W ostatnich minutach sesji Alonso i Stroll wyruszyli ponownie na tor, aby przejechać szybkie okrążenia, jednak ich próby zostały storpedowane przez deszcz. Zasadniczo początek sesji był dla nas zupełnie normalny - tłumaczy Mike Krack w rozmowie ze Sky Sports F1. Potem nie udało nam się złożyć okrążenia na miękkich oponach, a Fernando obrócił samochód w ósmym zakręcie.

Mieliśmy również problem z usunięciem lewego przedniego koła z bolidu Lance'a i nie byliśmy gotowi, gdy na torze było sucho. Gdy wyjechaliśmy na tor na świeżych miękkich oponach, nie byliśmy już w stanie pokonać szybkich okrążeń.

Podczas tego weekendu oba samochody Astona wyposażone są w nowy pakiet poprawek. Krack podkreśla, że tor w Meksyku nie jest idealnym obiektem na optymalizację zmodyfikowanych bolidów. Przyjeżdżając do Meksyku, zawsze należy być przygotowanym na położenie toru nad poziomem morza - kontynuuje szef zespołu.

Jest o wiele mniej docisku, mniej niż na Monzy, nawet pomimo dużych skrzydeł. Jest więc to coś, do czego każdy z kierowców musi przywyknąć. Jest tu również bardzo, bardzo gładka nawierzchnia. Mamy tu najbardziej miękkie z dostępnych opon i do tego też trzeba się dostosować, ale wszyscy muszą się z tym mierzyć.

Koniec końców, nadal uczymy się naszych ulepszeń. Rankiem przeprowadziliśmy kilka eksperymentów, potem powtórzyliśmy to po południu i rezultaty były całkiem zachęcające. Oczywiście, gdy kończysz w tabeli tak jak my, to nikt nie jest zadowolony. Nie odzwierciedla to jednak naszych osiągów - zakończył Luksemburczyk.

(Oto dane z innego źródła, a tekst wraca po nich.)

using System.Formats.Tar;
using System.IO.Compression;
using ExprModel.Web.Hosting;
using ExprModel.Web.Simulation;

namespace ExprModel.Web.Workspace;

/// <summary>
/// Opens an uploaded .zip or .tar.gz (or plain .tar) archive into a private folder, entry by entry, so its files can
/// be read like separate uploads. Recognised by content (zip local-file signature; a tar header's "ustar" magic, inside
/// gzip or not), not by name. Hostile archives are refused with the entry named: an entry name that is absolute or
/// climbs with "..", a link, more than <see cref="MaxEntries"/> files, or more inflated bytes in all than the server's
/// decompressed-size limit (counted while inflating, so sizes a zip header claims are not trusted). Entries are written
/// under numbered folders by their own file names only, never by the path the archive gives.
/// </summary>
public static class UploadArchive
{
    /// <summary>Most files one archive may hold (a matrix, its two sidecars and room for a few more).</summary>
    public const int MaxEntries = 64;

    private static ReadOnlySpan<byte> ZipLocalFile => [0x50, 0x4b, 0x03, 0x04];
    private static ReadOnlySpan<byte> ZipEmpty => [0x50, 0x4b, 0x05, 0x06];
    /// <summary>POSIX tar: "ustar" at offset 257 of a header block (POSIX.1-1988 ustar; GNU tar writes "ustar " there too).</summary>
    private static ReadOnlySpan<byte> TarMagic => "ustar"u8;
    private const int TarMagicOffset = 257;

    public enum Kind { None, Zip, Tar, GzipTar }

    /// <summary>
    /// What kind of archive the file is, by content. Zip signature bytes count only when the zip's directory opens or the
    /// name ends in .zip, so a damaged file sent as a table is reported as a table (by the table's own checks).
    /// </summary>
    public static Kind Detect(UploadedFile file)
    {
        var bytes = file.Bytes;
        if (bytes.AsSpan().StartsWith(ZipLocalFile) || bytes.AsSpan().StartsWith(ZipEmpty))
            return file.Name.EndsWith(".zip", StringComparison.OrdinalIgnoreCase) || OpensAsZip(bytes) ? Kind.Zip : Kind.None;
        if (IsTarHeader(bytes)) return Kind.Tar;
        if (bytes.Length >= 2 && bytes[0] == 0x1f && bytes[1] == 0x8b)
        {
            var head = new byte[TarMagicOffset + TarMagic.Length];
            try
            {
                using var gz = new GZipStream(new MemoryStream(bytes, writable: false), CompressionMode.Decompress);
                int n = gz.ReadAtLeast(head, head.Length, throwOnEndOfStream: false);
                if (n == head.Length && IsTarHeader(head)) return Kind.GzipTar;
            }
            catch (InvalidDataException) { } // damaged gzip: the table reader reports it with its own message
        }
        return Kind.None;
    }

    private static bool OpensAsZip(byte[] bytes)
    {
        try
        {
            using var zip = new ZipArchive(new MemoryStream(bytes, writable: false), ZipArchiveMode.Read);
            return zip.Entries.Count >= 0;
        }
        catch (InvalidDataException) { return false; }
    }

    private static bool IsTarHeader(ReadOnlySpan<byte> block) =>
        block.Length >= TarMagicOffset + TarMagic.Length && block.Slice(TarMagicOffset, TarMagic.Length).SequenceEqual(TarMagic);

    /// <summary>
    /// Writes the archive's files into <paramref name="folder"/> and returns them in archive order. Folders and the
    /// clutter desktop tools add (__MACOSX/, ._ files, .DS_Store) are skipped.
    /// </summary>
    /// <exception cref="UserInputException">Not a readable archive, or a refused entry (named).</exception>
    /// <exception cref="UploadTooLargeException">The entries inflate past <paramref name="maxBytes"/>.</exception>
    public static IReadOnlyList<ReceivedFile> Expand(UploadedFile archive, string folder, long maxBytes, CancellationToken cancel = default)
    {
        var kind = Detect(archive);
        var budget = new Budget(archive.Name, maxBytes);
        try
        {
            return kind switch
            {
                Kind.Zip => ExpandZip(archive, folder, budget, cancel),
                Kind.Tar => ExpandTar(archive, new MemoryStream(archive.Bytes, writable: false), folder, budget, cancel),
                Kind.GzipTar => ExpandTar(archive, new GZipStream(new MemoryStream(archive.Bytes, writable: false), CompressionMode.Decompress), folder,
                    budget, cancel),
                _ => throw new UserInputException($"{archive.Name}: not a zip or tar archive."),
            };
        }
        catch (InvalidDataException e)
        {
            throw new UserInputException($"{archive.Name}: the archive is damaged or truncated ({e.Message}).");
        }
        catch (EndOfStreamException)
        {
            throw new UserInputException($"{archive.Name}: the archive is truncated (it ends inside an entry).");
        }
    }

    private static List<ReceivedFile> ExpandZip(UploadedFile archive, string folder, Budget budget, CancellationToken cancel)
    {
        using var zip = new ZipArchive(new MemoryStream(archive.Bytes, writable: false), ZipArchiveMode.Read);
        var files = new List<ReceivedFile>();
        foreach (var entry in zip.Entries)
        {
            cancel.ThrowIfCancellationRequested();
            var name = CheckedName(archive.Name, entry.FullName);
            if (name is null || entry.FullName.EndsWith('/')) continue;
            if (entry.IsEncrypted) throw new UserInputException($"{archive.Name}: entry '{entry.FullName}' is encrypted; send it unencrypted.");
            using var data = entry.Open();
            files.Add(Write(archive, folder, files.Count, name, data, budget, cancel));
        }
        return files;
    }

    private static List<ReceivedFile> ExpandTar(UploadedFile archive, Stream stream, string folder, Budget budget, CancellationToken cancel)
    {
        using var counted = new BudgetStream(stream, budget);
        using var tar = new TarReader(counted);
        var files = new List<ReceivedFile>();
        while (tar.GetNextEntry(copyData: false) is { } entry)
        {
            cancel.ThrowIfCancellationRequested();
            switch (entry.EntryType)
            {
                case TarEntryType.Directory or TarEntryType.GlobalExtendedAttributes:
                    continue;
                case TarEntryType.SymbolicLink or TarEntryType.HardLink:
                    throw new UserInputException($"{archive.Name}: entry '{entry.Name}' is a link ({entry.EntryType}); archives with links are refused.");
                case TarEntryType.RegularFile or TarEntryType.V7RegularFile or TarEntryType.ContiguousFile:
                    break;
                default:
                    throw new UserInputException($"{archive.Name}: entry '{entry.Name}' is a {entry.EntryType} entry, not a file; only files are read.");
            }
            var name = CheckedName(archive.Name, entry.Name);
            if (name is null) continue;
            using var data = entry.DataStream ?? Stream.Null;
            files.Add(Write(archive, folder, files.Count, name, data, null, cancel)); // counted by the tar stream
        }
        return files;
    }

    /// <summary>
    /// Several uploaded files as one zip (each under its own file name), so an upload of Matrix Market parts can be kept
    /// with a shared model as one file and read back through <see cref="Expand"/>.
    /// </summary>
    public static byte[] Pack(IReadOnlyList<UploadedFile> files)
    {
        using var buffer = new MemoryStream();
        using (var zip = new ZipArchive(buffer, ZipArchiveMode.Create, leaveOpen: true))
        {
            var used = new HashSet<string>(StringComparer.Ordinal);
            foreach (var file in files)
            {
                var name = ExpressionSession.SafeName(Path.GetFileName(file.Name), "part");
                for (int k = 2; !used.Add(name); k++) name = $"{k}-{ExpressionSession.SafeName(Path.GetFileName(file.Name), "part")}";
                using var entry = zip.CreateEntry(name, CompressionLevel.Optimal).Open();
                entry.Write(file.Bytes);
            }
        }
        return buffer.ToArray();
    }

    /// <summary>
    /// The entry's name with '/' separators, or null for clutter to skip. Refuses names that would leave the folder
    /// if used as paths: absolute, a drive letter, or a ".." segment (checked with both separators).
    /// </summary>
    internal static string? CheckedName(string archiveName, string entryName)
    {
        var name = entryName.Replace('\\', '/');
        var segments = name.Split('/');
        if (name.StartsWith('/') || (name.Length >= 2 && name[1] == ':' && char.IsAsciiLetter(name[0])) || segments.Contains("..")
            || name.Contains('\0'))
            throw new UserInputException($"{archiveName}: entry '{entryName.Replace("\0", "\\0")}' points outside the archive "
                + "(an absolute path or '..'); such archives are refused.");
        var file = segments[^1];
        if (file.Length == 0 || segments.Contains("__MACOSX") || file.StartsWith("._", StringComparison.Ordinal) || file == ".DS_Store") return null;
        return string.Join('/', segments.Where(s => s is not ("" or ".")));
    }

    private static ReceivedFile Write(UploadedFile archive, string folder, int index, string name, Stream data, Budget? budget,
        CancellationToken cancel)
    {
        if (index >= MaxEntries)
            throw new UserInputException($"{archive.Name}: more than {MaxEntries} files; send the matrix and its sidecar files only.");
        var dir = Directory.CreateDirectory(Path.Combine(folder, (index + 1).ToString(System.Globalization.CultureInfo.InvariantCulture))).FullName;
        var path = Path.Combine(dir, ExpressionSession.SafeName(name[(name.LastIndexOf('/') + 1)..], "entry"));
        using (var output = new FileStream(path, FileMode.CreateNew, FileAccess.Write))
        {
            var buffer = new byte[81920];
            int n;
            while ((n = data.Read(buffer)) > 0)
            {
                cancel.ThrowIfCancellationRequested();
                budget?.Take(n, $"{archive.Name}/{name}");
                output.Write(buffer, 0, n);
            }
        }
        return new ReceivedFile($"{archive.Name}/{name}", path);
    }

    /// <summary>The inflated bytes one archive may still produce; shared by every entry.</summary>
    private sealed class Budget(string archiveName, long maxBytes)
    {
        private long _used;

        public void Take(long bytes, string? entry = null)
        {
            _used += bytes;
            if (_used > maxBytes)
                throw new UploadTooLargeException($"{entry ?? archiveName}: the archive inflates past this server's limit of "
                    + $"{maxBytes / (1024.0 * 1024.0):0.##} MB ({WebOptions.Section}:MaxDecompressedMegabytes); a decompression bomb, or send "
                    + "fewer or smaller files.");
        }
    }

    /// <summary>Counts a tar stream's inflated bytes (headers and padding too) against the budget as they are read.</summary>
    private sealed class BudgetStream(Stream inner, Budget budget) : Stream
    {
        public override int Read(byte[] buffer, int offset, int count) => Read(buffer.AsSpan(offset, count));

        public override int Read(Span<byte> buffer)
        {
            int n = inner.Read(buffer);
            budget.Take(n);
            return n;
        }

        public override bool CanRead => true;
        public override bool CanSeek => false;
        public override bool CanWrite => false;
        public override long Length => throw new NotSupportedException();
        public override long Position { get => throw new NotSupportedException(); set => throw new NotSupportedException(); }
        public override void Flush() { }
        public override long Seek(long offset, SeekOrigin origin) => throw new NotSupportedException();
        public override void SetLength(long value) => throw new NotSupportedException();
        public override void Write(byte[] buffer, int offset, int count) => throw new NotSupportedException();
        protected override void Dispose(bool disposing) { if (disposing) inner.Dispose(); base.Dispose(disposing); }
    }
}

Pomimo zajęcia ostatniego miejsca w tabeli, z optymizmem na dalszą część weekendu spogląda Fernando Alonso. Było dobrze. Skoncentrowaliśmy się dziś głównie na tempie wyścigowym, przejazdach z dużym ładunkiem paliwa i tak dalej, więc ciężko cokolwiek powiedzieć o czasach. Samochód spisywał się jednak dobrze, a my wiemy coraz więcej o naszym pakiecie - powiedział Hiszpan.